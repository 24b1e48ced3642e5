import { z } from 'zod';
import type { Finding, Verdict } from '../rules/types';
import { COIL_CONFIGURATIONS, COIL_MATERIALS, type IndoorCoilSpec, type RatedCombinationSpec } from './equipment';

/** Query and response of GET /api/coils/compatible (DESIGN.md §5, contract). */

/** A catalog id in a query: only the canonical spelling of a positive integer ("12", never "012" or "0x3"). */
const canonicalId = z
  .string()
  .regex(/^[1-9][0-9]{0,15}$/, { error: 'Expected a positive whole number.' })
  .transform(Number)
  .refine(Number.isSafeInteger, { error: 'Expected a positive whole number.' });

/** A query flag: only `true` or `false` (absent means false). */
const flag = z.enum(['true', 'false'], { error: 'Expected true or false.' }).transform((v) => v === 'true');

/** Empty query values count as absent, so a form can send every field. */
const optional = <T extends z.ZodType>(schema: T) => z.preprocess((v) => (v === '' ? undefined : v), schema.optional());

/** Most items one answer holds. */
export const COILS_MAX_LIMIT = 200;
export const COILS_DEFAULT_LIMIT = 50;

export const CoilsQuerySchema = z
  .object({
    outdoorUnitId: canonicalId,
    airHandlerId: optional(canonicalId),
    q: optional(z.string().trim().max(100)),
    limit: z.preprocess(
      (v) => (v === '' || v === undefined ? String(COILS_DEFAULT_LIMIT) : v),
      z
        .string()
        .regex(/^[1-9][0-9]{0,3}$/, { error: 'Expected a whole number from 1.' })
        .transform(Number)
        .refine((n) => n <= COILS_MAX_LIMIT, { error: `At most ${COILS_MAX_LIMIT}.` }),
    ),
    state: optional(z.string().trim().toUpperCase().regex(/^[A-Z]{2}$/, { error: 'state must be a two-letter code' })),
    configuration: optional(z.enum(COIL_CONFIGURATIONS)),
    material: optional(z.enum(COIL_MATERIALS)),
    cased: optional(flag),
    maxWidthIn: optional(
      z
        .string()
        .regex(/^\d{1,2}(\.\d{1,3})?$/, { error: 'Expected a width in inches, e.g. 17.5.' })
        .transform(Number)
        .refine((n) => n > 0, { error: 'Expected a width above 0.' }),
    ),
    ratedOnly: optional(flag),
    inStock: optional(flag),
    includeIncompatible: optional(flag),
  })
  .strict();
export type CoilsQuery = z.infer<typeof CoilsQuerySchema>;

/** The cheapest current distributor price of a coil. */
export interface CoilBestPrice {
  distributor: string;
  priceCents: number;
  effectiveFrom: string;
}

/** One coil with its verdict against the chosen outdoor unit (and air handler). */
export interface CompatibleCoil {
  coil: IndoorCoilSpec & { id: number; model: string };
  verdict: Verdict;
  findings: Finding[];
  ratedCombination?: RatedCombinationSpec;
  /** Whether the rated figures meet the site state's regional minimum; absent without a state or figures. */
  meetsRegionalMinimum?: boolean;
  bestPrice?: CoilBestPrice;
}

export interface CompatibleCoilsResponse {
  items: CompatibleCoil[];
  /** Every item that matched before `limit` cut the list. */
  total: number;
}
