import { z } from 'zod';
import { CheckRequestSchema } from './check';
import { CommissioningEvaluateSchema } from './commissioning';

/**
 * Matched-system records (DESIGN.md §2, §5 contract): the body of a check plus serial numbers and the
 * checklist. Every save carries the revision it started from; see server/systems for the revision rules.
 */

export const SYSTEM_STATUSES = ['draft', 'final'] as const;
export type SystemStatus = (typeof SYSTEM_STATUSES)[number];

const serial = z
  .string()
  .trim()
  .min(1)
  .max(60)
  .regex(/^[\w\-./ #]+$/, { error: 'letters, digits, spaces and - . / # only' });

export const SerialsSchema = z
  .object({ outdoor: serial.optional(), indoorCoil: serial.optional(), airHandler: serial.optional(), metering: serial.optional() })
  .strict();
export type Serials = z.infer<typeof SerialsSchema>;

export const CHECKLIST_STATES = ['open', 'done', 'not-applicable'] as const;
export type ChecklistState = (typeof CHECKLIST_STATES)[number];

/** One checklist item's state as the tech sets it; "not applicable" needs a word why. */
export const ChecklistEntrySchema = z
  .object({ state: z.enum(CHECKLIST_STATES), note: z.string().trim().max(300).optional() })
  .strict()
  .refine((e) => e.state !== 'not-applicable' || (e.note !== undefined && e.note.length > 0), {
    error: 'say why the item does not apply',
    path: ['note'],
  });
export type ChecklistEntry = z.infer<typeof ChecklistEntrySchema>;

export const ChecklistStatesSchema = z.record(
  z.string().regex(/^[a-z0-9-]{1,40}$/, { error: 'unknown checklist item' }),
  ChecklistEntrySchema,
);
export type ChecklistStates = z.infer<typeof ChecklistStatesSchema>;

/** POST /api/jobs/:id/systems: a check body, serials, an optional label and initial checklist states. */
export const SystemCreateSchema = CheckRequestSchema.extend({
  label: z.string().trim().max(80).optional(),
  serials: SerialsSchema.optional(),
  checklist: ChecklistStatesSchema.optional(),
});
export type SystemCreate = z.infer<typeof SystemCreateSchema>;

/**
 * PATCH /api/systems/:id and POST /api/systems/:id/revisions: the revision the edit started from and
 * any top-level group of the record; a group given replaces the stored one (null removes an optional
 * group), serials and checklist entries are merged by key.
 */
const nullable = <T extends z.ZodType>(s: T) => z.union([z.null(), s]).optional();
export const SystemPatchSchema = z
  .object({
    revision: z.number().int().positive(),
    label: nullable(z.string().trim().max(80)),
    scope: CheckRequestSchema.shape.scope.optional(),
    installDate: nullable(CheckRequestSchema.shape.installDate.unwrap()),
    site: nullable(CheckRequestSchema.shape.site.unwrap()),
    outdoor: CheckRequestSchema.shape.outdoor.optional(),
    indoorCoil: nullable(CheckRequestSchema.shape.indoorCoil.unwrap()),
    airHandler: nullable(CheckRequestSchema.shape.airHandler.unwrap()),
    metering: nullable(CheckRequestSchema.shape.metering.unwrap()),
    controls: nullable(CheckRequestSchema.shape.controls.unwrap()),
    lineSet: nullable(CheckRequestSchema.shape.lineSet.unwrap()),
    electrical: nullable(CheckRequestSchema.shape.electrical.unwrap()),
    indoorElectrical: nullable(CheckRequestSchema.shape.indoorElectrical.unwrap()),
    serials: SerialsSchema.partial().optional(),
    checklist: ChecklistStatesSchema.optional(),
  })
  .strict();
export type SystemPatch = z.infer<typeof SystemPatchSchema>;

/** POST /api/systems/:id/finalize: with checklist items open, a reason is required (it prints on the report). */
export const SystemFinalizeSchema = z
  .object({ revision: z.number().int().positive(), openItemsReason: z.string().trim().min(1).max(500).optional() })
  .strict();
export type SystemFinalize = z.infer<typeof SystemFinalizeSchema>;

/** Evacuation: final vacuum and the rise over a decay test with the valves closed. */
export const EvacuationSchema = z
  .object({
    finalMicrons: z.number().min(0).max(30000),
    decayMicrons: z.number().min(0).max(30000).optional(),
    holdMinutes: z.number().min(0).max(240).optional(),
  })
  .strict();

/** Standing pressure test with dry nitrogen: test pressure, hold time, the drop seen, the unit's limit and temperatures. */
export const PressureTestSchema = z
  .object({
    pressurePsig: z.number().min(0).max(800),
    holdMinutes: z.number().min(0).max(1440),
    dropPsig: z.number().min(-50).max(800).optional(),
    maxTestPsig: z.number().min(0).max(800).optional(),
    startTempF: z.number().min(-40).max(150).optional(),
    endTempF: z.number().min(-40).max(150).optional(),
    altitudeFt: z.number().min(-1500).max(15000).optional(),
  })
  .strict();

/** POST /api/systems/:id/readings: any of refrigerant-side readings, an evacuation, a nitrogen test. */
export const ReadingCreateSchema = z
  .object({
    takenAt: z.iso.datetime({ offset: true }).optional(),
    label: z.string().trim().max(80).optional(),
    charge: CommissioningEvaluateSchema.optional(),
    evacuation: EvacuationSchema.optional(),
    pressureTest: PressureTestSchema.optional(),
    notes: z.string().trim().max(1000).optional(),
  })
  .strict()
  .refine((r) => r.charge || r.evacuation || r.pressureTest, {
    error: 'enter charge readings, an evacuation or a pressure test',
    path: ['charge'],
  });
export type ReadingCreate = z.infer<typeof ReadingCreateSchema>;

/** POST /api/systems/:id/send. */
export const SendReportSchema = z
  .object({
    to: z.email({ error: 'enter a valid e-mail' }).max(254),
    confirm: z.boolean().optional(),
    paper: z.enum(['letter', 'a4']).optional(),
  })
  .strict();
export type SendReport = z.infer<typeof SendReportSchema>;

export const PAPER_SIZES = ['letter', 'a4'] as const;
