import { z } from 'zod';
import { AirHandlerSpecSchema, IndoorCoilSpecSchema, MeteringDeviceSpecSchema, OutdoorUnitSpecSchema } from './equipment';
import { blankToUndefined, isoDate, normalizeRefrigerantName, REFRIGERANT_IDS } from './fields';

/** The body of POST /api/checks (DESIGN.md §5, contract). */

export const SCOPES = ['new-system', 'component-replacement'] as const;
export const INDOOR_LOCATIONS = ['attic', 'above-ceiling', 'closet', 'utility-room', 'basement', 'garage', 'crawlspace'] as const;
export const AIRFLOW_DIRECTIONS = ['upflow', 'downflow', 'horizontal-left', 'horizontal-right'] as const;
export const FILTER_DRIERS = ['bi-flow', 'one-way', 'none'] as const;
export const WIRE_AWG = [14, 12, 10, 8, 6, 4, 3, 2, 1, '1/0', '2/0', '3/0', '4/0'] as const;
export const WIRE_MATERIALS = ['copper', 'aluminum'] as const;
export const TERMINAL_RATINGS_C = [60, 75, 90] as const;
export const CONDUCTOR_TYPES = ['nm-b', 'uf-b', 'thhn-conduit', 'se'] as const;
export const OVERCURRENT_TYPES = ['breaker', 'hacr-breaker', 'fuse'] as const;

/** A part is a catalog id or a spec typed from a nameplate; `kept` marks a part staying from the old system. */
export function partRef<T extends z.ZodType>(spec: T) {
  return z.union([
    z.object({ id: z.number().int().positive(), kept: z.boolean().optional() }).strict(),
    z.object({ spec, kept: z.boolean().optional() }).strict(),
  ]);
}

/** A number in [min, max] (JSON number or its text) with a plain-words message naming the field and unit. */
function amount(what: string, min: number, max: number, unit: string) {
  const message = `${what} must be a number from ${min} to ${max}${unit ? ` ${unit}` : ''}`;
  return z.preprocess(
    (v) => {
      const b = blankToUndefined(v);
      if (typeof b !== 'string') return b;
      const n = Number(b.trim().replace(/,/g, ''));
      return Number.isFinite(n) ? n : b;
    },
    z.number({ error: message }).min(min, { error: message }).max(max, { error: message }),
  );
}

/** An enum whose message lists the choices in words ("Choose copper or aluminum"). */
function choice<const T extends readonly [string, ...string[]]>(values: T, message: string) {
  return z.enum(values, { error: message });
}

const spoken = (values: readonly (string | number)[]) => `${values.slice(0, -1).join(', ')} or ${values[values.length - 1]}`;

export const SiteSchema = z.object({
  // Optional: only the efficiency rules need it, and they say so in coverage when it is missing.
  state: z.string({ error: 'State must be a two-letter code such as OH' }).trim().toUpperCase().regex(/^[A-Z]{2}$/, { error: 'State must be a two-letter code such as OH' }).optional(),
  indoorLocation: choice(INDOOR_LOCATIONS, 'Choose where the indoor unit sits: attic, above a ceiling, closet, utility room, basement, garage or crawlspace').optional(),
  airflowDirection: choice(AIRFLOW_DIRECTIONS, 'Choose the airflow direction: upflow, downflow, horizontal left or horizontal right').optional(),
  conditionedAreaSqFt: amount('Conditioned area', 1, 100000, 'sq ft').optional(),
  hasFloatSwitch: z.boolean({ error: 'Answer yes or no: is a float switch fitted?' }).optional(),
  hasSecondaryPan: z.boolean({ error: 'Answer yes or no: is there a secondary drain pan?' }).optional(),
  /** Height of the lowest supply opening into the room, ft: the A2L release height of a ducted unit. */
  lowestRegisterHeightFt: amount('Lowest supply register height', 0, 30, 'ft').optional(),
  /** Measured total external static pressure, in. w.c.: picks the blower table column. */
  externalStaticInWc: amount('External static pressure', 0.05, 2, 'in. w.c.').optional(),
});

export const ControlsSchema = z.object({
  thermostatHeatPump: z.boolean({ error: 'Answer yes or no: can the thermostat run a heat pump?' }).optional(),
  auxHeatStages: z.number({ error: 'Aux heat stages must be a whole number from 0 to 4' }).int({ error: 'Aux heat stages must be a whole number from 0 to 4' }).min(0, { error: 'Aux heat stages must be a whole number from 0 to 4' }).max(4, { error: 'Aux heat stages must be a whole number from 0 to 4' }).optional(),
});

/** Every line-set fact is optional: each rule runs on the facts it needs and names the ones it lacks. */
export const LineSetSchema = z.object({
  liquidOdIn: amount('Liquid line size', 0.125, 2.125, 'in').optional(),
  suctionOdIn: amount('Suction line size', 0.125, 2.125, 'in').optional(),
  lengthFt: amount('Line length', 1, 500, 'ft').optional(),
  liftFt: amount('Lift', -300, 300, 'ft').optional(),
  reused: z.boolean({ error: 'Answer yes or no: is the line set kept from the old system?' }).optional(),
  previousRefrigerant: z.preprocess((v) => normalizeRefrigerantName(blankToUndefined(v)), choice(REFRIGERANT_IDS, `Choose the refrigerant it ran before: ${spoken(REFRIGERANT_IDS)}`).optional()),
  burnoutHistory: z.boolean({ error: 'Answer yes or no: did the old system have a compressor burnout?' }).optional(),
  indoorFlareJoints: z.boolean({ error: 'Answer yes or no: are there flare joints indoors?' }).optional(),
  filterDrier: choice(FILTER_DRIERS, 'Choose the filter-drier: bi-flow, one-way or none').optional(),
  /** 90° elbows in the run: each adds equivalent length by tube size. */
  elbows: z.number({ error: 'Elbows must be a whole number from 0 to 50' }).int({ error: 'Elbows must be a whole number from 0 to 50' }).min(0, { error: 'Elbows must be a whole number from 0 to 50' }).max(50, { error: 'Elbows must be a whole number from 0 to 50' }).optional(),
  /** True when the outdoor unit sits above the indoor coil. */
  outdoorAbove: z.boolean({ error: 'Answer yes or no: does the outdoor unit sit above the indoor coil?' }).optional(),
});

/** Every electrical fact is optional: a breaker alone runs the breaker rules. */
export const ElectricalSchema = z.object({
  breakerAmps: amount('Breaker size', 1, 1000, 'A').optional(),
  wireAwg: z.literal(WIRE_AWG, { error: `Wire size must be one of ${spoken(WIRE_AWG)} AWG` }).optional(),
  wireMaterial: choice(WIRE_MATERIALS, 'Choose copper or aluminum').optional(),
  terminalRatingC: z.union([z.literal(60), z.literal(75), z.literal(90)], { error: 'Terminal rating must be 60, 75 or 90 °C' }).optional(),
  supplyVoltage: z.number({ error: 'Supply voltage must be a whole number from 100 to 600 V' }).int({ error: 'Supply voltage must be a whole number from 100 to 600 V' }).min(100, { error: 'Supply voltage must be a whole number from 100 to 600 V' }).max(600, { error: 'Supply voltage must be a whole number from 100 to 600 V' }).optional(),
  supplyPhase: z.union([z.literal(1), z.literal(3)], { error: 'Supply phase must be 1 or 3' }).optional(),
  /** Cable or wire type: NM-B and UF-B are held to the 60 °C column (NEC 334.80, 340.80). */
  conductorType: choice(CONDUCTOR_TYPES, 'Choose the wire type: NM-B cable, UF-B cable, THHN in conduit or SE cable').optional(),
  /** The disconnecting means at the outdoor unit (NEC 440.14). */
  disconnect: z
    .object({
      withinSight: z.boolean({ error: 'Answer yes or no: is the disconnect within sight of the outdoor unit?' }),
      ratingAmps: amount('Disconnect rating', 1, 1000, 'A').optional(),
      fused: z.boolean({ error: 'Answer yes or no: is the disconnect fused?' }).optional(),
    })
    .optional(),
  /** What protects the circuit: a plain breaker, an HACR-marked breaker or fuses. */
  overcurrentType: choice(OVERCURRENT_TYPES, 'Choose the protection: breaker, HACR breaker or fuses').optional(),
});

export const CheckRequestSchema = z.object({
  scope: z.enum(SCOPES),
  installDate: isoDate.optional(),
  site: SiteSchema.optional(),
  outdoor: partRef(OutdoorUnitSpecSchema),
  indoorCoil: partRef(IndoorCoilSpecSchema).optional(),
  airHandler: partRef(AirHandlerSpecSchema).optional(),
  metering: partRef(MeteringDeviceSpecSchema).optional(),
  controls: ControlsSchema.optional(),
  lineSet: LineSetSchema.optional(),
  electrical: ElectricalSchema.optional(),
  indoorElectrical: ElectricalSchema.optional(),
});
export type CheckRequest = z.infer<typeof CheckRequestSchema>;
export type LineSet = z.infer<typeof LineSetSchema>;
export type Electrical = z.infer<typeof ElectricalSchema>;
export type Site = z.infer<typeof SiteSchema>;
export type Controls = z.infer<typeof ControlsSchema>;
export type WireAwg = (typeof WIRE_AWG)[number];
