import { z } from 'zod';
import { AirHandlerSpecSchema, IndoorCoilSpecSchema, MeteringDeviceSpecSchema, OutdoorUnitSpecSchema } from './equipment';
import { isoDate, numberIn, refrigerant, tubeOdIn } from './fields';

/** The body of POST /api/checks (DESIGN.md §5, contract). */

export const SCOPES = ['new-system', 'component-replacement'] as const;
export const INDOOR_LOCATIONS = ['attic', 'above-ceiling', 'closet', 'utility-room', 'basement', 'garage', 'crawlspace'] as const;
export const AIRFLOW_DIRECTIONS = ['upflow', 'downflow', 'horizontal-left', 'horizontal-right'] as const;
export const FILTER_DRIERS = ['bi-flow', 'one-way', 'none'] as const;
export const WIRE_AWG = [14, 12, 10, 8, 6, 4, 3, 2, 1, '1/0', '2/0', '3/0', '4/0'] as const;
export const WIRE_MATERIALS = ['copper', 'aluminum'] as const;
export const TERMINAL_RATINGS_C = [60, 75, 90] as const;

/** A part is a catalog id or a spec typed from a nameplate; `kept` marks a part staying from the old system. */
export function partRef<T extends z.ZodType>(spec: T) {
  return z.union([
    z.object({ id: z.number().int().positive(), kept: z.boolean().optional() }).strict(),
    z.object({ spec, kept: z.boolean().optional() }).strict(),
  ]);
}

export const SiteSchema = z.object({
  state: z.string().trim().toUpperCase().regex(/^[A-Z]{2}$/, { error: 'state must be a two-letter code' }),
  indoorLocation: z.enum(INDOOR_LOCATIONS).optional(),
  airflowDirection: z.enum(AIRFLOW_DIRECTIONS).optional(),
  conditionedAreaSqFt: z.number().positive().max(100000).optional(),
  hasFloatSwitch: z.boolean().optional(),
  hasSecondaryPan: z.boolean().optional(),
});

export const ControlsSchema = z.object({
  thermostatHeatPump: z.boolean().optional(),
  auxHeatStages: z.number().int().min(0).max(4).optional(),
});

export const LineSetSchema = z.object({
  liquidOdIn: tubeOdIn,
  suctionOdIn: tubeOdIn,
  lengthFt: numberIn(1, 500),
  liftFt: numberIn(-300, 300).optional(),
  reused: z.boolean().optional(),
  previousRefrigerant: refrigerant.optional(),
  burnoutHistory: z.boolean().optional(),
  indoorFlareJoints: z.boolean().optional(),
  filterDrier: z.enum(FILTER_DRIERS).optional(),
});

export const ElectricalSchema = z.object({
  breakerAmps: z.number().positive().max(1000),
  wireAwg: z.literal(WIRE_AWG, { error: `wireAwg must be one of ${WIRE_AWG.join(', ')}` }),
  wireMaterial: z.enum(WIRE_MATERIALS),
  terminalRatingC: z.union([z.literal(60), z.literal(75), z.literal(90)]).optional(),
  supplyVoltage: z.number().int().min(100).max(600).optional(),
  supplyPhase: z.union([z.literal(1), z.literal(3)]).optional(),
});

export const CheckRequestSchema = z.object({
  scope: z.enum(SCOPES),
  installDate: isoDate.optional(),
  site: SiteSchema.optional(),
  outdoor: partRef(OutdoorUnitSpecSchema),
  indoorCoil: partRef(IndoorCoilSpecSchema).optional(),
  airHandler: partRef(AirHandlerSpecSchema).optional(),
  metering: partRef(MeteringDeviceSpecSchema).optional(),
  controls: ControlsSchema.optional(),
  lineSet: LineSetSchema.optional(),
  electrical: ElectricalSchema.optional(),
  indoorElectrical: ElectricalSchema.optional(),
});
export type CheckRequest = z.infer<typeof CheckRequestSchema>;
export type LineSet = z.infer<typeof LineSetSchema>;
export type Electrical = z.infer<typeof ElectricalSchema>;
export type Site = z.infer<typeof SiteSchema>;
export type Controls = z.infer<typeof ControlsSchema>;
export type WireAwg = (typeof WIRE_AWG)[number];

──────

_Your goal_
Up to and including the line with "every field. */", please return the records exactly, beginning from their first line.

_Output of the exercise_
repository 24b1e48ced3642e5
import { z } from 'zod';
import type { Finding, Verdict } from '../rules/types';
import { COIL_CONFIGURATIONS, COIL_MATERIALS, type IndoorCoilSpec, type RatedCombinationSpec } from './equipment';

/** Query and response of GET /api/coils/compatible (DESIGN.md §5, contract). */

/** A catalog id in a query: only the canonical spelling of a positive integer ("12", never "012" or "0x3"). */
const canonicalId = z
  .string()
  .regex(/^[1-9][0-9]{0,15}$/, { error: 'Expected a positive whole number.' })
  .transform(Number)
  .refine(Number.isSafeInteger, { error: 'Expected a positive whole number.' });

/** A query flag: only `true` or `false` (absent means false). */
const flag = z.enum(['true', 'false'], { error: 'Expected true or false.' }).transform((v) => v === 'true');

/** Empty query values count as absent, so a form can send every field. */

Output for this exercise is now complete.